=== Required action ===
Nothing beyond the line containing "coercivity: A/m; used" should be printed; print each line exactly from the first line of the listing below through it.
+ + + +
"""The demagnetising curve of a magnet: flux density against field in the second quadrant."""

import math
from dataclasses import dataclass
from typing import Final

import numpy as np

from service.physics.arguments import positive
from service.physics.constants import MAGNETIC_CONSTANT
from service.physics.magnet import MagnetGrade
from service.physics.rod_mesh import Floats

# Energy product in J/m3 of cast alnico, typical values of MMPA 0100-00 (from memory), beside the
# remanence and coercivity of the same classes.
_ENERGY_PRODUCTS: Final = {
    "alnico 2": 13.5e3,
    "alnico 3": 10.7e3,
    "alnico 4": 10.7e3,
    "alnico 5": 43.8e3,
    "alnico 8": 42.2e3,
}


@dataclass(frozen=True, slots=True)
class DemagnetisationCurve:
    """A curve of flux density against field, along the magnet's axis.

    A rigid magnet follows its recoil line. Alnico follows the hyperbola through remanence and
    coercivity whose energy product is the published one:

        b = (1 - h) / (1 - a h),  b = B/Br,  h = -H/Hc,  a = (2 sqrt(g) - 1) / g,
        g = (BH)max / (Br Hc)

    (the usual two-constant law of magnet design, e.g. Parker, Advances in Permanent Magnetism).
    Beyond either end it goes on straight with the slope that it has there.

    Attributes:
        remanence: T.
        recoil_permeability: relative; also across the axis.
        coercivity: A/m; used by the hyperbola.
        fullness: (BH)max / (Br Hc), from 0.25 (straight) to 1 (square); none for a rigid magnet.
    """

    remanence: float
    recoil_permeability: float
    coercivity: float
    fullness: float | None = None

    def __post_init__(self) -> None:
        positive("remanence", self.remanence)
        positive("recoil_permeability", self.recoil_permeability)
        positive("coercivity", self.coercivity)
        if self.fullness is not None and not 0.25 <= self.fullness < 1.0:
            raise ValueError(f"fullness must be from 0.25 to below 1, got {self.fullness!r}")

    def field(self, flux: Floats) -> tuple[Floats, Floats]:
        """Return H and its slope dH/d(B/mu0) for B/mu0, both along the axis, A/m."""
        full = self.remanence / MAGNETIC_CONSTANT
        if self.fullness is None:
            slope = np.full_like(flux, 1.0 / self.recoil_permeability)
            return (flux - full) * slope, slope
        root = math.sqrt(self.fullness)
        bend = (2.0 * root - 1.0) / self.fullness
        share = np.clip(flux / full, 0.0, 1.0)
        left = 1.0 - bend * share
        slope = self.coercivity / full * (1.0 - bend) / (left * left)
        field = -self.coercivity * (1.0 - share) / left + slope * (flux - full * share)
        return field, slope


def demagnetisation_curve(grade: MagnetGrade) -> DemagnetisationCurve:
    """Return the curve of a grade: a hyperbola for cast alnico, the recoil line for others."""
    product = _ENERGY_PRODUCTS.get(grade.name)
    fullness = None if product is None else product / (grade.remanence * grade.coercivity)
    return DemagnetisationCurve(
        grade.remanence, grade.recoil_permeability, grade.coercivity, fullness
    )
+ + + +
=== Solved exercise ===
"""The demagnetising curve of a magnet: flux density against field in the second quadrant."""

import math
from dataclasses import dataclass
from typing import Final

import numpy as np

from service.physics.arguments import positive
from service.physics.constants import MAGNETIC_CONSTANT
from service.physics.magnet import MagnetGrade
from service.physics.rod_mesh import Floats

# Energy product in J/m3 of cast alnico, typical values of MMPA 0100-00 (from memory), beside the
# remanence and coercivity of the same classes.
_ENERGY_PRODUCTS: Final = {
    "alnico 2": 13.5e3,
    "alnico 3": 10.7e3,
    "alnico 4": 10.7e3,
    "alnico 5": 43.8e3,
    "alnico 8": 42.2e3,
}


@dataclass(frozen=True, slots=True)
class DemagnetisationCurve:
    """A curve of flux density against field, along the magnet's axis.

    A rigid magnet follows its recoil line. Alnico follows the hyperbola through remanence and
    coercivity whose energy product is the published one:

        b = (1 - h) / (1 - a h),  b = B/Br,  h = -H/Hc,  a = (2 sqrt(g) - 1) / g,
        g = (BH)max / (Br Hc)

    (the usual two-constant law of magnet design, e.g. Parker, Advances in Permanent Magnetism).
    Beyond either end it goes on straight with the slope that it has there.

    Attributes:
        remanence: T.
        recoil_permeability: relative; also across the axis.
        coercivity: A/m; used by the hyperbola.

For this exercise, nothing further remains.